Cultured pearls are the standard type of pearl that you see in retail jewelry stores. Natural pearls are extremely expensive because of their rarity. Over fishing and pollution have almost completely destroyed the natural pearl industry around the world.
The only difference between a cultured pearl and a natural one is that the cultured pearl mollusk has had a little help from the pearl farmer. Instead of hoping for a sand grain to accidentally lodge inside the mollusk and a pearl to form, the pearl farmer implants a small nucleus in the mollusk to stimulate nacre production.
The process by which the mollusk deposits the nacre around the nucleus is exactly the same as with a sand grain – the farmer just doesn’t depend on luck. It takes several years for a pearl to grow large enough to be considered of commercial size. That is why large pearls are so expensive.
Is there an accepted system for grading pearl quality?
Pearls do not have a generally accepted, industry wide, grading system like diamonds. The GIA and the EGL have proposed grading standards for pearls, but they have not been universally accepted. Many pearl companies use a system based on the terms A, AA, AAA to grade cultured pearls on overall quality.
These standards will vary widely from company to company. This is why you do not routinely see Lab Reports or Certifications associated with pearls like you do with diamonds. This is why we consider reputation and history of the source of the pearls to be so important.
What do you mean by a pearls shape?
Pearls come in a wide variety of shapes, including round, off-round, teardrop, and baroque shaped pearls among others. Baroque pearls can be symmetrical or asymmetrical. Certain types of pearls are valued for their unusual shapes and jewelry is specifically designed to complement these shapes. The value of the classic cultured pearl necklace is based to some extent on the roundness of the pearls in the necklace.
What do you mean by luster or “orient”?
These are actually two different, but related terms. Luster or “glow” is caused by light reflection from within the pearl. The higher the reflective qualities within the pearl, the stronger the luster or “glow”. Orient is caused by tiny crystals within the nacre layers aligning on top of each other. This creates a prismatic effect which will intensify the pearls luster.
What do you mean by “complexion”?
The term “Complexion” refers to the amount of surface blemishes or imperfections in a pearl’s surface. Cultured pearls are a made by a living creature, thus they will generally have some type of blemish. There is no commonly accepted grading system for blemishes in the surface (complexion) of pearls.
How does size affect the price of pearls?

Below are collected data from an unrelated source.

# ----------------------------------------------------------------------------- files
def test_netcdf_file_equals_memory_and_resume_recomputes_nothing(tmp_path):
    """Interrupted after two stored batches (KeyboardInterrupt from the batch hook), the
    resumed sweep computes only the missing points, and its netCDF file equals the
    uninterrupted in-memory sweep exactly."""
    base = write_scenario(tmp_path)
    spec = spec_for(base, "sun.f107=70:250:60", "geomagnetic.ap=4,40")
    whole = run_sweep(spec).dataset
    out = tmp_path / "sweep.nc"

    def stop(a, b, done, total):
        if done >= 3:
            raise KeyboardInterrupt
    with pytest.raises(KeyboardInterrupt):
        run_sweep(spec, output=out, on_batch=stop)
    store = Path(str(out) + ".points")
    stored = sorted(p.name for p in store.glob("batch_*.npz"))
    assert len(stored) == 3 and not out.exists()
    with pytest.raises(InputError, match="--resume"):
        run_sweep(spec, output=out)
    run = run_sweep(spec, output=out, resume=True)
    assert run.computed == 8 - 3 and run.reused == 3
    with run.dataset as ds:
        for name in whole.data_vars:
            np.testing.assert_array_equal(ds[name].values, whole[name].values, err_msg=name)
    assert not store.exists()


def test_resume_refuses_a_different_sweep(tmp_path):
    """A store made for other values is refused on --resume, naming what differs."""
    base = write_scenario(tmp_path)
    out = tmp_path / "s.nc"

    def stop(a, b, done, total):
        raise KeyboardInterrupt
    with pytest.raises(KeyboardInterrupt):
        run_sweep(spec_for(base, "sun.f107=70,150"), output=out, on_batch=stop)
    with pytest.raises(InputError, match="axes"):
        run_sweep(spec_for(base, "sun.f107=70,160"), output=out, resume=True)


def _cli(*args, cwd):
    env = dict(os.environ, PYTHONPATH=str(ROOT))
    return subprocess.Popen([sys.executable, "-m", "ionochem.cli", *args], cwd=cwd, env=env,
                            stdout=subprocess.PIPE, stderr=subprocess.PIPE, text=True)
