class CompiledExpr:
    """A compiled rate expression.

    Attributes
    ----------
    text : str
        The expression as written.
    file, line
        Where it was written (for messages).
    level : int or None
        The family level bound to ``v``, or None.
    variables : frozenset of str
        Names it reads: among ``Te Ti Tn Teff Tv v`` and ``photo photoelectron
        prescribed`` (a table adds its temperature variable). ``v`` is listed when it is used,
        even when ``level`` binds it (then ``evaluate`` does not need it).
    source : str or None
        ``"photo"``, ``"photoelectron"``, ``"prescribed"``, or None for an ordinary rate law.
    tables : tuple of RateTable
        The tables it refers to.
    value : float or None
        The value when the expression is a constant, else None.
    """

    def __init__(self, text, file, line, level, variables, source, tables, tree, func):
        self.text = text
        self.file = file
        self.line = line
        self.level = level
        self.variables = frozenset(variables)
        self.source = source
        self.tables = tuple(tables)
        self.value = tree[1] if tree[0] == "num" else None
        self._tree = tree
        self._func = func
        self._has_bands = any(t.has_bands for t in self.tables)

    def __getstate__(self):
        # closures do not pickle with the standard pickler; rebuild them from the tree
        state = self.__dict__.copy()
        del state["_func"]
        return state

    def __setstate__(self, state):
        self.__dict__.update(state)
        self._func = _Compiler(self.file, self.line).build(self._tree)

    @property
    def is_constant(self) -> bool:
        """True when the expression reads no variable."""
        return self.value is not None

    def __repr__(self) -> str:
        return f"CompiledExpr({self.text!r})"

    def _run(self, env, band):
        shapes = [np.shape(env[k]) for k in _ENV_NAMES if k in env]
        with np.errstate(all="ignore"):
            out = np.asarray(self._func(env, band), dtype=float)
        if shapes:
            shape = np.broadcast_shapes(out.shape, *shapes)
            if out.shape != shape:
                out = np.broadcast_to(out, shape).copy()
        elif out.ndim == 0:
            out = out.copy()
        return out

    def evaluate(self, env: Mapping) -> np.ndarray:
        """Evaluate on arrays.

        Parameters
        ----------
        env : mapping
            Variable name → array (K for temperatures; s-1 for ``photo``/``photoelectron``,
            the per-reaction rate for ``prescribed``); arrays broadcast together, shape
            ``(altitude,)`` or ``(sample, altitude)``. ``v`` is needed only when the
            expression uses it and no level was bound at compilation.

        Returns
        -------
        ndarray
            The values (float), broadcast to the shape of the variables in ``env``. Numerical
            problems (log of a negative number, division by zero) give inf/NaN silently;
            use :meth:`evaluate_checked` to turn them into an error.

        Raises
        ------
        TableRangeError
            A temperature outside a rate table that does not allow extrapolation.
        """
        return self._run(env, 0)

    def evaluate_checked(self, env: Mapping, what: str = "rate coefficient") -> np.ndarray:
        """Evaluate, raising :class:`ReactionListError` at file:line for a value that is
        not finite or is negative.
        """
        out = self.evaluate(env)
        self.check(out, what)
        return out

    def check(self, values, what: str = "rate coefficient") -> None:
        """Raise :class:`ReactionListError` when ``values`` has a non-finite or negative
        entry (``what`` names the quantity in the message)."""
        values = np.asarray(values, dtype=float)
        bad = ~np.isfinite(values)
        if bad.any():
            raise ReactionListError(f"{what} '{self.text}' evaluates to "
                                    f"{values[bad].flat[0]} (a logarithm or square root of a "
                                    "negative number, a division by zero or an overflow)",
                                    file=self.file, line=self.line)
        if (values < 0).any():
            raise ReactionListError(f"{what} '{self.text}' is negative "
                                    f"({values[values < 0].flat[0]:.6g})",
                                    file=self.file, line=self.line)

    def bands(self, env: Mapping):
        """The uncertainty band from tabulated ``_low``/``_high`` columns.

        Returns
        -------
        (low, high) : tuple of ndarray, or None
            The whole expression evaluated with each table's value replaced by its low and
            its high column (element-wise min/max of the two, so ``low <= high`` also for
            ``1/table(...)``); None when no table in the expression has band columns.
        """
        if not self._has_bands:
            return None
        a = self._run(env, 1)
        b = self._run(env, 2)
        return np.minimum(a, b), np.maximum(a, b)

Size is a primary factor in determining the value of cultured pearls. Cultured pearls get their overall size from two things, the size of the implant and the thickness of nacre. The thicker the pearl’s nacre, the more luminous the pearl becomes. It takes a long time for the mollusk to deposit a thick layer of nacre and this is seen in the increase in value of a cultured pearl with thick nacre.
What does “well matched” mean?
Matching is the process were pearls of similar quality are strung together to form a strand or necklace. Matching pearls takes time, so it has a direct impact on the cost of pearl jewelry. Poorly matched cultured pearls are very noticeable, do not have a pleasing appearance and are less valuable than well matched pearls.